3. Cancel pending approvals — Don't forget to also set the related sysapproval_approver records to "cancelled", otherwise you'll have orphaned approval records that could cause confusion in reports and approval dashboards.
4. Notification — Optionally trigger notifications to the requestor and the approver informing them of the auto-closure, beyond just the journal comment.

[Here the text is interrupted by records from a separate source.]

@pytest.fixture
def small(page_gathered: Gathered, fresh_demo_server: DemoServer, tmp_path: Path) -> Collection:
    """A small collection (10 items of one API page) gathered from the demo archive: a
    private copy of the session's ``page_gathered`` (conftest.py), the server reset."""
    assert page_gathered.result.outcome == "finished"
    col = page_gathered.copy_to(tmp_path / "small")
    with col.ledger(readonly=True) as ledger:
        assert ledger.store_intents() == set()  # every intent went with its files row
    return col


def every_command(col: Collection, traced: Path) -> list[list[str]]:
    """Each command that opens a collection folder, with the options that change its path."""
    root = str(col.root)
    return [
        ["init", root, "--existing-ok"], ["check", root], ["check", root, "--json"],
        ["gather", root, "--quiet"], ["gather", root, "--dry-run"], ["status", root],
        ["status", root, "--json"], ["trace", str(traced), "--in", root],
        ["trace", str(traced), "--in", root, "--csv"],
        ["datasheet", root, "--out", str(col.root.parent / "sheet")],
        ["demo", root, "--quiet"], ["demo", root, "--fresh", "--quiet"],
    ]


# --- the acceptance test -----------------------------------------------------------------------
def test_zeroed_ledger_stops_every_command_then_rebuild_and_restore_bring_it_back(
        demo_copy: Collection, demo_server: DemoServer, tmp_path: Path) -> None:
    """Zeroing the ledger of a gathered demo collection: every command exits 2 naming both
    ways out and no stored file changes; rebuild-ledger registers every stored file as
    recovered (trace: provenance unknown); restore-ledger gives back the full provenance."""
    col = demo_copy
    before_files = store_snapshot(col)
    before = provenance(col)
    assert len(before_files) > 50 and len(list_backups(col)) == 1
    traced = tmp_path / "traced.jpg"
    shutil.copy(next(p for _, p in col.store.iter_stored() if p.suffix == ".jpg"), traced)
    col.ledger_path.write_bytes(b"")  # what ": > ledger.sqlite" does
    demo_server.clear_log()

    for args in every_command(col, traced):
        result = runner.invoke(app, args)
        assert result.exit_code == 2, (args, result.output)
        assert "Error: the ledger" in result.output and "is empty" in result.output, args
        assert f"collector restore-ledger {col.root}" in result.output, args
        assert f"collector rebuild-ledger {col.root}" in result.output, args
        assert "Traceback" not in result.output
        assert store_snapshot(col) == before_files, args
        assert col.ledger_path.stat().st_size == 0, args
    assert not (col.root.parent / "sheet").exists()
    assert demo_server.log == []  # nothing was requested either

    rebuilt = runner.invoke(app, ["rebuild-ledger", str(col.root)])
    assert rebuilt.exit_code == 0, rebuilt.output
    assert f"Registered {len(before_files)} stored files as recovered" in rebuilt.output
    aside = list(col.root.glob("ledger.sqlite.unusable-*Z"))  # its -wal/-shm follow it
    assert len(aside) == 1 and aside[0].stat().st_size == 0  # set aside, not deleted
    assert store_snapshot(col) == before_files
    with col.ledger(readonly=True) as ledger:
        rows = ledger.query("SELECT sha256, first_item_id, flags, phash FROM files")
        assert ledger.collection_id() == col.folder_id()
    assert {r["sha256"] for r in rows} == set(before_files)
    assert all(r["first_item_id"] is None and "recovered" in r["flags"] for r in rows)
    assert all(r["phash"] is not None for r in rows)  # near matching keeps working
    trace = runner.invoke(app, ["trace", str(traced), "--in", str(col.root)])
    assert trace.exit_code == 0, trace.output
    assert "stored, provenance unknown (recovered on " in trace.output
    assert "licensed under" not in trace.output
    assert runner.invoke(app, ["status", str(col.root)]).exit_code == 0

    restored = runner.invoke(app, ["restore-ledger", str(col.root)])
    assert restored.exit_code == 0, restored.output
    assert "Restored" in restored.output
    assert provenance(col) == before
    assert len(list(col.root.glob("ledger.sqlite.before-restore-*Z"))) == 1
    assert store_snapshot(col) == before_files
    trace = runner.invoke(app, ["trace", str(traced), "--in", str(col.root)])
    assert trace.exit_code == 0 and "provenance unknown" not in trace.output
    assert "licence:" in trace.output
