def _item_mask(gray: np.ndarray, chroma: np.ndarray | None,
               t: int) -> tuple[np.ndarray, np.ndarray, int]:
    """(raw, cleaned, reach): the thresholded mask as is, and after opening, closing with the
    returned reach and hole filling."""
    from scipy import ndimage
    mask = gray <= t
    if chroma is not None:
        coloured = chroma >= chroma_threshold(chroma, ~mask)
        # The colour difference comes from a SMOOTH-wide box blur, which spreads an item's
        # colour half that far onto the bed: take it back, so boxes end where items end.
        coloured = ndimage.binary_erosion(coloured, iterations=SMOOTH // 2)
        mask |= coloured
    raw = mask
    st = np.ones((3, 3), dtype=bool)
    mask = ndimage.binary_opening(mask, structure=st)
    # Bridge gaps of up to ~0.6% of the longer side (about 9 px at 1500 px): perforated or
    # broken outlines close, so fill_holes can fill the item (common practice, no source).
    reach = max(2, round(max(gray.shape) / 330))
    pad = reach + 2  # closing near the border would otherwise erode items that touch it
    mask = np.pad(mask, pad)
    mask = ndimage.binary_closing(mask, structure=st, iterations=reach)[pad:-pad, pad:-pad]
    mask = ndimage.binary_fill_holes(mask)
    mask = ndimage.binary_opening(mask, structure=st, iterations=2)
    return raw, mask, reach


def _measure(labels: np.ndarray, index: int, sl: tuple[slice, slice], area: int,
             raw: np.ndarray, reach: int, scale: int, full: tuple[int, int],
             min_solidity: float) -> SplitItem:
    """Box, solidity and minimum-area rectangle of one component of ``area`` pixels, in
    full-size pixels; touching when the solidity is under min_solidity."""
    from scipy.spatial import ConvexHull, QhullError
    sub = labels[sl] == index
    y0, x0 = sl[0].start, sl[1].start
    pts = _pixel_corners(sub)
    try:
        hull_area = float(ConvexHull(pts).volume)  # in 2-D, "volume" is the area
    except (QhullError, ValueError):
        hull_area = float(area)
    solidity = min(1.0, float(area) / hull_area) if hull_area > 0 else 1.0
    angle, rw, rh, (cx, cy) = min_area_rect(pts)
    bx0, by0, bx1, by1 = _raw_extent(raw, labels, index, sl, reach + 2)
    full_w, full_h = full
    box = (bx0 * scale, by0 * scale,
           min(full_w, bx1 * scale) - bx0 * scale, min(full_h, by1 * scale) - by0 * scale)
    return SplitItem(
        box=box, angle=angle, rect_size=(rw * scale, rh * scale),
        rect_center=((cx + x0) * scale, (cy + y0) * scale),
        area=area * scale * scale, solidity=solidity, touching=solidity < min_solidity)


def _raw_extent(raw: np.ndarray, labels: np.ndarray, index: int, sl: tuple[slice, slice],
                margin: int) -> tuple[int, int, int, int]:
    """Extent (x0, y0, x1, y1) of the unsmoothed mask near one component.

    Opening shaves thin parts (leaf tips, stalks); the raw threshold mask within a few pixels of
    the cleaned component gives them back without picking up distant specks.
    """
    from scipy import ndimage
    y0, x0 = max(0, sl[0].start - margin), max(0, sl[1].start - margin)
    y1, x1 = min(raw.shape[0], sl[0].stop + margin), min(raw.shape[1], sl[1].stop + margin)
    near = ndimage.binary_dilation(labels[y0:y1, x0:x1] == index, iterations=margin)
    ys, xs = np.nonzero(raw[y0:y1, x0:x1] & near)
    if ys.size == 0:
        return sl[1].start, sl[0].start, sl[1].stop, sl[0].stop
    return x0 + int(xs.min()), y0 + int(ys.min()), x0 + int(xs.max()) + 1, y0 + int(ys.max()) + 1


def _flag_area_outliers(items: list[SplitItem]) -> list[SplitItem]:
    if len(items) < 3:
        return items
    median = float(np.median([i.area for i in items]))
    out = []
    for item in items:
        if item.area > AREA_OUTLIER * median and not item.touching:
            item = SplitItem(item.box, item.angle, item.rect_size, item.rect_center, item.area,
                             item.solidity, True)
        out.append(item)
    return out


def reading_order(items: list[SplitItem]) -> list[SplitItem]:
    """Items top-to-bottom in rows, left-to-right within a row (deterministic).

    An item joins the current row when its top lies above the middle of the row's first item.
    """
    rest = sorted(items, key=lambda i: (i.box[1], i.box[0]))
    ordered: list[SplitItem] = []
    while rest:
        first = rest[0]
        middle = first.box[1] + first.box[3] / 2
        row = [i for i in rest if i.box[1] < middle]
        rest = [i for i in rest if i.box[1] >= middle]
        ordered += sorted(row, key=lambda i: (i.box[0], i.box[1]))
    return ordered


def analyse_scan(im: Image.Image, *, min_area: int = DEFAULT_MIN_AREA,
                 threshold: int | None = None, min_solidity: float = DEFAULT_MIN_SOLIDITY,
                 max_side: int = DEFAULT_MAX_SIDE, background: str | None = None,
                 ) -> SplitResult:
    """Find the items on a scan; analyses a reduced greyscale copy when the scan is large.

    ``background``: "light", "dark" or "#rrggbb" states the bed; None detects it."""
    scale = max(1, math.ceil(max(im.size) / max_side))
    small = im.reduce(scale) if scale > 1 else im
    gray = np.asarray(_to_grey(small), dtype=np.uint8)
    rgb = None
    if small.mode in ("RGB", "RGBA", "P", "CMYK", "YCbCr", "LAB", "HSV"):
        rgb = smoothed(_to_rgb(small))
    bed = detect_bed(rgb if rgb is not None else gray)
    if background:
        bed = stated_bed(background, bed)
    chroma = colour_difference(rgb, bed.colour) if rgb is not None else None
    del rgb
    return find_items(gray, chroma=chroma, scale=scale, min_area=min_area, threshold=threshold,
                      min_solidity=min_solidity, full_size=im.size, bed=bed)


def _to_rgb(im: Image.Image) -> Image.Image:
    if im.mode in ("RGBA", "LA", "PA") or (im.mode == "P" and "transparency" in im.info):
        bg = Image.new("RGBA", im.size, (255, 255, 255, 255))
        return Image.alpha_composite(bg, im.convert("RGBA")).convert("RGB")
    return im.convert("RGB")


def _to_grey(im: Image.Image) -> Image.Image:
    if im.mode in ("I;16", "I;16B", "I;16L", "I"):
        return Image.fromarray((np.asarray(im, dtype=np.float64) / 257.0).clip(0, 255)
                               .astype(np.uint8))
    if im.mode in ("RGBA", "LA", "PA") or (im.mode == "P" and "transparency" in im.info):
        bg = Image.new("RGBA", im.size, (255, 255, 255, 255))
        return Image.alpha_composite(bg, im.convert("RGBA")).convert("L")
    return im.convert("L")


def _white(mode: str) -> int | tuple[int, ...]:
    white: dict[str, int | tuple[int, ...]] = {"L": 255, "RGB": (255, 255, 255),
                                                "RGBA": (255, 255, 255, 255)}
    return white[mode]
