# --- the tracer --------------------------------------------------------------------------------
class Tracer:
    """Traces files against one collection; open with :meth:`open`, use as a context manager.

    ``near_distance`` and ``allow`` come from the recipe when it loads; otherwise the threshold
    is :data:`DEFAULT_NEAR_DISTANCE` and the allowlist verdict is "unknown".
    """

    def __init__(self, collection: Collection, ledger: Ledger, hashes: HashFile, *,
                 near_distance: int = DEFAULT_NEAR_DISTANCE,
                 allow: list[str] | None = None, allow_unknown: bool = False,
                 recipe_problem: str | None = None) -> None:
        self.collection = collection
        self.ledger = ledger
        self.hashes = hashes
        self.near_distance = near_distance
        self.allow = allow
        self.allow_unknown = allow_unknown
        self.recipe_problem = recipe_problem
        self._sources: dict[int, tuple[str, str]] | None = None
        self._looks: dict[str, Look | None] = {}

    @classmethod
    def open(cls, root: Path, *, near_distance: int | None = None) -> Tracer:
        """Open a collection read-only and its hash file (rebuilt or extended if stale)."""
        collection = open_collection(root)
        allow: list[str] | None = None
        allow_unknown = False
        problem: str | None = None
        threshold = DEFAULT_NEAR_DISTANCE
        try:
            recipe = collection.recipe(check_source_kinds=False)  # only its rules are used
            threshold = recipe.images.near_distance
            allow = list(recipe.licences.allow)
            allow_unknown = recipe.licences.allow_unknown
        except CollectorError as exc:
            problem = str(exc)
        ledger = collection.ledger(readonly=True)
        try:
            collection.ensure_cache_dir()
            hashes = HashFile.open(ledger, collection.hash_index_path)
        except BaseException:
            ledger.close()
            raise
        return cls(collection, ledger, hashes,
                   near_distance=threshold if near_distance is None else near_distance,
                   allow=allow, allow_unknown=allow_unknown, recipe_problem=problem)

    def close(self) -> None:
        """Close the ledger."""
        self.ledger.close()

    def __enter__(self) -> Tracer:
        return self

    def __exit__(self, *exc: object) -> None:
        self.close()

    # -- lookups ----------------------------------------------------------------------------
    def lookup_exact(self, sha256: str) -> FileRecord | None:
        """The stored file with this sha256 and every item that brought it, or None."""
        row = self.ledger.file(sha256)
        if row is None:
            return None
        items = [self._item(r) for r in queries.items_of_file(self.ledger, sha256)]
        origin = next((i for i in items if i.item_id == row.get("first_item_id")),
                      items[0] if items else None)
        rights = row.get("rights") or {}
        notice = next((str(rights[k]) for k in ("exif_copyright", "iptc_copyright")
                       if isinstance(rights, dict) and rights.get(k)), None)
        stored = self.collection.store.find(sha256)
        return FileRecord(
            sha256=sha256, size=row.get("size"), format=row.get("format"),
            width=row.get("width"), height=row.get("height"), stored_at=row.get("stored_at"),
            stored_path=str(stored) if stored else None, flags=list(row.get("flags") or []),
            copyright=notice, origin=origin,
            others=[i for i in items if i is not origin], withdrawn=self._withdrawn(sha256),
            set_aside=f'pixel rule "{row["set_aside"]}": {row.get("set_aside_detail") or "?"}'
            if row.get("set_aside") else None)

    def _withdrawn(self, sha256: str) -> str | None:
        found = upkeep_queries.active_withdrawal_of_file(self.ledger, sha256)
        return describe_withdrawal(found) if found is not None else None

    def lookup_near(self, phash: int, mirror: int | None) -> list[NearMatch]:
        """Stored files within the threshold of the hash or the mirror hash, closest first."""
        return self.hashes.nearest(phash, mirror, self.near_distance)

    def allowed(self, spdx_id: str | None, statement: str | None = None) -> str:
        """'yes' / 'no' against the recipe's allowlist; 'unknown' without a licence or recipe.
        A RightsStatements.org statement is decided by its ``rs:<id>`` entry."""
        known = STATEMENTS.get(statement or "") if not spdx_id else None
        if self.allow is None or not (spdx_id or known):
            return "unknown"
        ok, reason = licence_allowed(spdx_id, self.allow, self.allow_unknown, known)
        if ok:
            return "yes"
        return "unknown" if reason == "licence_unknown" else "no"

    def trace_file(self, path: Path, *, listed: bool = False) -> TraceResult:
        """Trace one path: exact by sha256, else near by perceptual hash confirmed by a
        second look, else none; ``not_a_file`` and ``unreadable`` say why instead."""
        why_not = not_a_file(path)
        if why_not is not None:
            return TraceResult(str(path), None, "not_a_file", threshold=self.near_distance,
                               listed=listed, note=why_not)
        try:
            sha = sha256_file(path)
        except OSError as exc:
            return TraceResult(str(path), None, "unreadable", threshold=self.near_distance,
                               listed=listed, note=f"cannot be read ({exc.strerror or exc})")
        result = TraceResult(str(path), sha, "none", threshold=self.near_distance,
                             listed=listed)
        exact = self.lookup_exact(sha)
        if exact is not None:
            result.kind, result.file = "exact", exact
        else:
            self._trace_near(path, result)
        best = result.best
        if best is not None:
            origin = best.origin
            result.allowed = self.allowed(origin.spdx_id if origin else None,
                                          origin.rights_statement if origin else None)
            result.attribution = attribution_line(origin, modified=result.kind == "near",
                                                  copyright_notice=best.copyright)
            if origin is None and RECOVERED_FLAG in best.flags:
                result.attribution = f"No attribution: {recovered_words(best)}."
        return result

    def _trace_near(self, path: Path, result: TraceResult) -> None:
        """Candidates by pHash (8 turns, loose for crops), kept only if the second look
        (collector.checks.likeness) agrees."""
        from PIL import Image

        try:
            look = look_at_file(path)
        except (*_DECODE_ERRORS, Image.DecompressionBombError) as exc:
            result.kind = "unreadable"
            result.note = f"not a readable image ({type(exc).__name__}: {exc})"
            return
        if not look.comparable:
            result.note = ("its picture is blank or too plain (a flat fill or a smooth "
                           "gradient) to compare by look, and no stored file has these bytes")
            return
        def candidates(turns: dict[str, int], crops: bool) -> list[tuple[str, int, str]]:
            return self.hashes.candidates(turns, self.near_distance, crops)

        for found in find_copies(look, candidates, self._stored_look):
            record = self.lookup_exact(found.key)
            if record is not None:
                result.near.append(NearCandidate(found.distance, "mirror" in found.kind,
                                                 record, found.kind, found.score))
        if result.near:
            result.kind = "near"

    def _stored_look(self, sha256: str) -> Look | None:
        """The second-look picture of a stored file (None: missing or unreadable)."""
        from PIL import Image

        if sha256 not in self._looks:
            stored = self.collection.store.find(sha256)
            try:
                self._looks[sha256] = look_at_file(stored) if stored else None
            except (*_DECODE_ERRORS, Image.DecompressionBombError):  # damaged: not confirmed
                self._looks[sha256] = None
        return self._looks[sha256]

    def trace_all(self, targets: Iterable[tuple[Path, bool]]) -> Iterator[TraceResult]:
        """Trace each (path, listed) pair in turn."""
        for path, listed in targets:
            yield self.trace_file(path, listed=listed)

    # -- ledger rows -------------------------------------------------------------------------
    def _source(self, source_id: int | None) -> tuple[str | None, str | None]:
        if self._sources is None:
            self._sources = queries.source_names(self.ledger)
        return self._sources.get(source_id, (None, None)) if source_id is not None else (
            None, None)

    def _fetch(self, item_id: int) -> FetchFacts | None:
        r = queries.last_image_fetch(self.ledger, item_id)
        if r is None:
            return None
        return FetchFacts(url=r.url, status=r.status, fetched_at=r.fetched_at, etag=r.etag,
                          last_modified=r.last_modified, robots_verdict=r.robots_verdict,
                          robots_rule=r.robots_rule, run_id=r.run_id)

    def _item(self, raw: dict[str, Any], *, with_scan: bool = True) -> ItemRecord:
        row = decode_row(raw) or {}
        name, kind = self._source(row.get("source_id"))
        box = row.get("crop_box")
        item = ItemRecord(
            item_id=row["id"], source=name, source_kind=kind, source_key=row["source_key"],
            state=row["state"], page_url=row.get("page_url"), image_url=row.get("image_url"),
            title=row.get("title"), creator=row.get("creator"),
            licence_raw=row.get("licence_raw"), licence_url=row.get("licence_url"),
            spdx_id=row.get("spdx_id"), deed_url=licence_deed_url(row.get("spdx_id")),
            date=row.get("date"), run_id=row.get("run_id"), local_path=row.get("local_path"),
            rights_statement=row.get("rights_statement"),
            size_request=row.get("size_request") if isinstance(row.get("size_request"), dict)
            else None,
            fetch=self._fetch(row["id"]), parent_sha256=row.get("parent_sha256"),
            crop_box=list(box) if isinstance(box, list) else None,
            near_of=row.get("duplicate_of") if row.get("state") == "near_duplicate" else None,
            near_distance=row.get("near_distance"),
            reservation_checks=row.get("reservation_checks"),
            not_unicode=_not_unicode(row.get("metadata")))
        if with_scan and item.parent_sha256:
            scans = queries.items_of_file(self.ledger, item.parent_sha256, limit=1)
            if scans:
                item.scan = self._item(scans[0], with_scan=False)
        return item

Here's the skeleton script for the Scheduled Script Execution:
(function autoCloseInactiveApprovals() {
var INACTIVITY_DAYS = 45;
var cutoffDate = new GlideDateTime();
cutoffDate.addDaysLocalTime(-INACTIVITY_DAYS);
var cutoffStr = cutoffDate.getValue();
var closureComment = 'This request is proposed to be automatically closed due to inactivity ' +
'while awaiting approval. No updates or approval actions were recorded during this period. ' +
'If access or support is still required, the requestor may submit a new request.';
// Find RITMs in Awaiting Approval with no system update in 45 days
var ritm = new GlideRecord('sc_req_item');
ritm.addQuery('approval', 'requested'); // Awaiting Approval
ritm.addQuery('sys_updated_on', '<', cutoffStr);
ritm.query();
while (ritm.next()) {
// Verify no recent journal activity from requestor
if (_hasRecentActivity(ritm.getUniqueValue(), cutoffStr)) {
continue;
}
// Verify no recent approval action
if (_hasRecentApprovalAction(ritm.getUniqueValue(), cutoffStr)) {
continue;
}
// Close the RITM
ritm.state = 4; // Closed Incomplete (adjust per your state model)
ritm.approval = 'cancelled';
ritm.close_notes = closureComment;
ritm.work_notes = closureComment;
ritm.update();
// Cancel orphaned approval records
_cancelApprovals(ritm.getUniqueValue());
}
function _hasRecentActivity(ritmSysId, cutoff) {
var journal = new GlideRecord('sys_journal_field');
journal.addQuery('name', 'sc_req_item');
journal.addQuery('element', 'IN', 'comments,work_notes');
journal.addQuery('sys_id', ritmSysId); // document ID
journal.addQuery('sys_created_on', '>=', cutoff);
journal.setLimit(1);
journal.query();
return journal.hasNext();
}
function _hasRecentApprovalAction(ritmSysId, cutoff) {
var appr = new GlideRecord('sysapproval_approver');
appr.addQuery('sysapproval', ritmSysId);
appr.addQuery('state', '!=', 'requested'); // Someone took action
appr.addQuery('sys_updated_on', '>=', cutoff);
appr.setLimit(1);
appr.query();
return appr.hasNext();
}
function _cancelApprovals(ritmSysId) {
var appr = new GlideRecord('sysapproval_approver');
appr.addQuery('sysapproval', ritmSysId);
appr.addQuery('state', 'requested');
appr.query();
while (appr.next()) {
appr.state = 'cancelled';
appr.update();
}
}
})();
A few things to watch out for:
The sys_journal_field query for matching document ID — the field is actually element_id (not sys_id) that holds the parent record's sys_id. Adjust that query to journal.addQuery('element_id', ritmSysId) in your instance. I kept it readable above but that's a common gotcha.
Also consider whether you want this to target sc_req_item only or also sc_request (parent request). Typically the approval hangs on the RITM, but if your flows attach approvals at the request level, adjust accordingly.
For the state model — "Closed – Inactive" isn't OOTB. If you want a distinct close reason visible in reporting, you could either add a custom state or use "Closed Incomplete" with a close code/category that distinguishes auto-closures from manual ones. That makes it easy to build a PA widget showing auto-closure volume over time.